**Work to complete**. Copy nothing before the line containing "winding as contourpy". Reproduce that line and all that follow, exactly, through the end of the records.
*** Supplied material ***
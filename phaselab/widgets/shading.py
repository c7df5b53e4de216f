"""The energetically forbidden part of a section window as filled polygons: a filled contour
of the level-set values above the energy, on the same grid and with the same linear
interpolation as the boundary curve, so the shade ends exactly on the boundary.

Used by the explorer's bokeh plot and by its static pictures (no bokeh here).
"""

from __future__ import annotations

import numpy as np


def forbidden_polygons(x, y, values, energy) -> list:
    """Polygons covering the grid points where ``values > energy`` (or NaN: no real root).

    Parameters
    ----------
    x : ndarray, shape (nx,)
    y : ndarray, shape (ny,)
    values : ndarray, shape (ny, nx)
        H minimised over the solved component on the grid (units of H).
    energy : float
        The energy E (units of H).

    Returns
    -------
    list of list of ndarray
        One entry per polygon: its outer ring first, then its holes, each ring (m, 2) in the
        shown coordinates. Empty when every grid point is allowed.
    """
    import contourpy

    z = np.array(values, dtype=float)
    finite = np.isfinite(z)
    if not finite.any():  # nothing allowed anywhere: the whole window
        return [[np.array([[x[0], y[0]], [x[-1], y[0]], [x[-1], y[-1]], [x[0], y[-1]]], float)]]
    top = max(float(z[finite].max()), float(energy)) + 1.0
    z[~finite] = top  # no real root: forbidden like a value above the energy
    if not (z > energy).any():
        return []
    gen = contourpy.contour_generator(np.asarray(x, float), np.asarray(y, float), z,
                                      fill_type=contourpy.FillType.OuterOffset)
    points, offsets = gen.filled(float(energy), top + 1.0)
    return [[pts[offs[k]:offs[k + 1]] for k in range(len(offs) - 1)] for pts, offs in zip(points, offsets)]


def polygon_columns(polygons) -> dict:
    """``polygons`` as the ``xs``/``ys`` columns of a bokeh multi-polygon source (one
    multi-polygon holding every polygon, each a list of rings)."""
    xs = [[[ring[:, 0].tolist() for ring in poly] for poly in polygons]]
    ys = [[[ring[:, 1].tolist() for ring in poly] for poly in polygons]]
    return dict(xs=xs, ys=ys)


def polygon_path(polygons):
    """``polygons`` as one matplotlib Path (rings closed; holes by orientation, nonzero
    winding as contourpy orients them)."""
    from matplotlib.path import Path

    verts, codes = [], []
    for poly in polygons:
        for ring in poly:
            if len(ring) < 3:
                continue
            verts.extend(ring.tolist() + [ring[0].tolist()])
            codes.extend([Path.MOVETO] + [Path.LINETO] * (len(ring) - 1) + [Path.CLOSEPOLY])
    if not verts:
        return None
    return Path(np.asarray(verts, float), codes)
***
**Solved exercise**.
    winding as contourpy orients them)."""
    from matplotlib.path import Path

    verts, codes = [], []
    for poly in polygons:
        for ring in poly:
            if len(ring) < 3:
                continue
            verts.extend(ring.tolist() + [ring[0].tolist()])
            codes.extend([Path.MOVETO] + [Path.LINETO] * (len(ring) - 1) + [Path.CLOSEPOLY])
    if not verts:
        return None
    return Path(np.asarray(verts, float), codes)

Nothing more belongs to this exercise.